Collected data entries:
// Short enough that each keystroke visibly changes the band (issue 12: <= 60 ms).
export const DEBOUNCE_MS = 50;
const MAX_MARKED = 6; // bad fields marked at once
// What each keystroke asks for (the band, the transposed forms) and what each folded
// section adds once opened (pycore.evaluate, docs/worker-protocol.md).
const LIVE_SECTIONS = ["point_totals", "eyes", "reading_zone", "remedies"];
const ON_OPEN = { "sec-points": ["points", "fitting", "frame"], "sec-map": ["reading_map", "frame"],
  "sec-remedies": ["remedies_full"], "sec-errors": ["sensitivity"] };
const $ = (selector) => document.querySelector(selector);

---

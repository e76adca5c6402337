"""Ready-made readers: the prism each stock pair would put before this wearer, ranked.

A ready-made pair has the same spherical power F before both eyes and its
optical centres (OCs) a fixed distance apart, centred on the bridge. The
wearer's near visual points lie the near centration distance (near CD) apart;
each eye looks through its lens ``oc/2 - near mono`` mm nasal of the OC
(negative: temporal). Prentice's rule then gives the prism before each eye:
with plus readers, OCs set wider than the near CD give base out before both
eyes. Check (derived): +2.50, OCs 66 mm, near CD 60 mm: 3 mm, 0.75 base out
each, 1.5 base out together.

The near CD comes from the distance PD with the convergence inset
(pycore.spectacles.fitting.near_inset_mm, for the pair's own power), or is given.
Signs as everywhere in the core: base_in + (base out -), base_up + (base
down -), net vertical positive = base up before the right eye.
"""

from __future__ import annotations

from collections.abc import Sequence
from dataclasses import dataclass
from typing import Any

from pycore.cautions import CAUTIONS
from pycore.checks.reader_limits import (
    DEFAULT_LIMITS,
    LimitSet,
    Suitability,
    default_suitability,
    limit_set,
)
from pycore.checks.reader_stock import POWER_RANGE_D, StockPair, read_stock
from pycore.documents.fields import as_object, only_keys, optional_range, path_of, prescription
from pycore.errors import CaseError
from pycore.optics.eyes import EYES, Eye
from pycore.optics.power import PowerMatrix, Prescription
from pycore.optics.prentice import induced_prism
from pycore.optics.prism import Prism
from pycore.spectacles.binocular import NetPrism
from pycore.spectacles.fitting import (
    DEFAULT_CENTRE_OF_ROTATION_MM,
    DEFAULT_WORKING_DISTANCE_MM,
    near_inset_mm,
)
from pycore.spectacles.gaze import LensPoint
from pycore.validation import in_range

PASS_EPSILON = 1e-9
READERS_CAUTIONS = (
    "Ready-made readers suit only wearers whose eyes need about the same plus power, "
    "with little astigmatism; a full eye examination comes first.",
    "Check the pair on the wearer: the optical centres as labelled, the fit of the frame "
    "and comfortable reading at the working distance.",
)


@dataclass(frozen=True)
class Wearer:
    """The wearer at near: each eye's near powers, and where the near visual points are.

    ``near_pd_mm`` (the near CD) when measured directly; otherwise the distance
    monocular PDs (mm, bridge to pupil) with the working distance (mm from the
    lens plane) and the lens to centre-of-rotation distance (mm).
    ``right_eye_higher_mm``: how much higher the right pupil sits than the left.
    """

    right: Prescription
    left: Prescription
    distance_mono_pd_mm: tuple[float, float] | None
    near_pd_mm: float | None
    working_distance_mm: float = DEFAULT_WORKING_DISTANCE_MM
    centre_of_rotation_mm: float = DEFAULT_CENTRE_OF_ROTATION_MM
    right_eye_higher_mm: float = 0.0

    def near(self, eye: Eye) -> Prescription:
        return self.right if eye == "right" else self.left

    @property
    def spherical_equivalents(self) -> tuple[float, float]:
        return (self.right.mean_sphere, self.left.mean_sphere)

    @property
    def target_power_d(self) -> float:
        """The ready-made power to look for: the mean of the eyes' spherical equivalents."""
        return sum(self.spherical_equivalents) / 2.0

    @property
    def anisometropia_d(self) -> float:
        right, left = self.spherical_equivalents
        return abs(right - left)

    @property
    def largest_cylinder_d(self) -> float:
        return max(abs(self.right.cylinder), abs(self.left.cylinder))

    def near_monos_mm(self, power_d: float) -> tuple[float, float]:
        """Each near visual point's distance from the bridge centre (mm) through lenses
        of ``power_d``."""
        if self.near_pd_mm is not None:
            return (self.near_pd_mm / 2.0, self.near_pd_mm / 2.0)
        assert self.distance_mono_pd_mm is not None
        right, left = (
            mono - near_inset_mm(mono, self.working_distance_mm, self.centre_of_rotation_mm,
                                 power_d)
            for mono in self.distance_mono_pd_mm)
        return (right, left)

Exercise brief:
Could you restate word for word the lines above from the one containing "12: <= 60 ms)." through the one containing "const $ = (selector)", both included, and nothing else?

Response area:
// Short enough that each keystroke visibly changes the band (issue 12: <= 60 ms).
export const DEBOUNCE_MS = 50;
const MAX_MARKED = 6; // bad fields marked at once
// What each keystroke asks for (the band, the transposed forms) and what each folded
// section adds once opened (pycore.evaluate, docs/worker-protocol.md).
const LIVE_SECTIONS = ["point_totals", "eyes", "reading_zone", "remedies"];
const ON_OPEN = { "sec-points": ["points", "fitting", "frame"], "sec-map": ["reading_map", "frame"],
  "sec-remedies": ["remedies_full"], "sec-errors": ["sensitivity"] };
const $ = (selector) => document.querySelector(selector);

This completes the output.